■ Exercise requirements: Restrict the output to the lines below starting at the one that contains "fn verdict(rival: &RivalTightening)" and ending at the one that contains "can do with", and restate them word for word, both ends included.

■ Material shown:
● ● ● ● ●
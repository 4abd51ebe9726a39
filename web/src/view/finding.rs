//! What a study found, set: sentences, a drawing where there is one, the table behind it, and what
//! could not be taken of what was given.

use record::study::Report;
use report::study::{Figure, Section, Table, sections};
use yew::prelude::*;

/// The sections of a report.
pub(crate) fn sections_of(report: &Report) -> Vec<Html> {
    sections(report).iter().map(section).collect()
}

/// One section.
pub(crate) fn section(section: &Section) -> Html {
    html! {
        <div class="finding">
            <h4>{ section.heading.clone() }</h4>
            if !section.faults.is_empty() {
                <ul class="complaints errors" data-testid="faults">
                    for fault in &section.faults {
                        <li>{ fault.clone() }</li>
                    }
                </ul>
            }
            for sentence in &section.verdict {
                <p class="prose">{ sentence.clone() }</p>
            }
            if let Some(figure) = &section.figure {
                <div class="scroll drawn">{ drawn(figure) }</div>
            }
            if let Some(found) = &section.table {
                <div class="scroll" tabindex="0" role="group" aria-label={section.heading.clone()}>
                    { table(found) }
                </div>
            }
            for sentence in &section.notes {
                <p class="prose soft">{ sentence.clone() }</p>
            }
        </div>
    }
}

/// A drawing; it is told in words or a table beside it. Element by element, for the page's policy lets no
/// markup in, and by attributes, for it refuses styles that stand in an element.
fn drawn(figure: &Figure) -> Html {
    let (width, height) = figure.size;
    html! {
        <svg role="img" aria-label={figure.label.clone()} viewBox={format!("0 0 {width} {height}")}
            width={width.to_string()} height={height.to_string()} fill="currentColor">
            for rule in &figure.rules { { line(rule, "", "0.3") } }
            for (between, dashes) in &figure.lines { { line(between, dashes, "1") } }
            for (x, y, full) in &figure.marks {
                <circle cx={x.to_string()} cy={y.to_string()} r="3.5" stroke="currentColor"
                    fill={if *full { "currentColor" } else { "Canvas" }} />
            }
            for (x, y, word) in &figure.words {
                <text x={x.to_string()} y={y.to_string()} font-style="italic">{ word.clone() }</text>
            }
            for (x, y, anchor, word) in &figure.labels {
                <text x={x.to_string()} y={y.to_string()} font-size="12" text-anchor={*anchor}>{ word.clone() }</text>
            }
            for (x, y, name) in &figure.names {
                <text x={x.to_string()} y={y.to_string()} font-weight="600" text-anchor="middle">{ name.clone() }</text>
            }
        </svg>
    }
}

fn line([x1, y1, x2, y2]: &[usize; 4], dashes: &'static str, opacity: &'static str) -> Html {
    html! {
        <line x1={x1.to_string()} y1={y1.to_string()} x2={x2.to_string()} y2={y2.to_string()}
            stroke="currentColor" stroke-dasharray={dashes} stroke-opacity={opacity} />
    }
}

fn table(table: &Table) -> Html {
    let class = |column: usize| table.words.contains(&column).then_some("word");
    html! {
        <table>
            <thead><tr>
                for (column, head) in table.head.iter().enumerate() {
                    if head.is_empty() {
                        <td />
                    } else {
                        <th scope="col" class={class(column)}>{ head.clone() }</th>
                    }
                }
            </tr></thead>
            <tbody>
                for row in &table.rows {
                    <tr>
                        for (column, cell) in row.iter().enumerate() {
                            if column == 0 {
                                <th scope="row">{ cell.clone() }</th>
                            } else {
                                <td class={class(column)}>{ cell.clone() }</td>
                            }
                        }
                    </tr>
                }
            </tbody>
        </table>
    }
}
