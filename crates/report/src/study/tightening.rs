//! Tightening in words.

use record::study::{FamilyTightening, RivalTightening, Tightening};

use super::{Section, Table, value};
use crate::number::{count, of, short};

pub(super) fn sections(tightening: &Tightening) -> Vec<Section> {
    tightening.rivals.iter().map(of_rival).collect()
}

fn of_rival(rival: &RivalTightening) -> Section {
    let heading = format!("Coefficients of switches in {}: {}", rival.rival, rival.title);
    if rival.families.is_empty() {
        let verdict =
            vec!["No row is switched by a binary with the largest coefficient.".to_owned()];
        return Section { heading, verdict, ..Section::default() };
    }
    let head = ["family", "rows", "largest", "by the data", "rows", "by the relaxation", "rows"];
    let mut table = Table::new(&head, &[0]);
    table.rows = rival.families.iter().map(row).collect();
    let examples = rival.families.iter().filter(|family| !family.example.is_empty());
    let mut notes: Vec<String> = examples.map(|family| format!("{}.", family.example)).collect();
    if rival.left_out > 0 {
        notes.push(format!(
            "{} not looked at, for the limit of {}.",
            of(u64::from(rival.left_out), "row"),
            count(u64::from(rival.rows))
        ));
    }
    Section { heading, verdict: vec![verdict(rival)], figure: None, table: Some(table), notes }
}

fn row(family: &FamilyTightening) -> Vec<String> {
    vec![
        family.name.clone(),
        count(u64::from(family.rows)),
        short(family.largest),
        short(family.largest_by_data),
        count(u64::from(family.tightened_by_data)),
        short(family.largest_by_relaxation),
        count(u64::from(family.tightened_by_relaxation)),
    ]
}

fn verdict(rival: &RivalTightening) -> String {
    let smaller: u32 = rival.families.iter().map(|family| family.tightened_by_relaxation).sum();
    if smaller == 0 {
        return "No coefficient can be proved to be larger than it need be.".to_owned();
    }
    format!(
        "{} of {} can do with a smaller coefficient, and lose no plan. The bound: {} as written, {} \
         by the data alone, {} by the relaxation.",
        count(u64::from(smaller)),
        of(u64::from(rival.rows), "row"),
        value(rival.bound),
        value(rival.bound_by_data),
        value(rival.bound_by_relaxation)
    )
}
● ● ● ● ●
■ Task solution:
fn verdict(rival: &RivalTightening) -> String {
    let smaller: u32 = rival.families.iter().map(|family| family.tightened_by_relaxation).sum();
    if smaller == 0 {
        return "No coefficient can be proved to be larger than it need be.".to_owned();
    }
    format!(
        "{} of {} can do with a smaller coefficient, and lose no plan. The bound: {} as written, {} \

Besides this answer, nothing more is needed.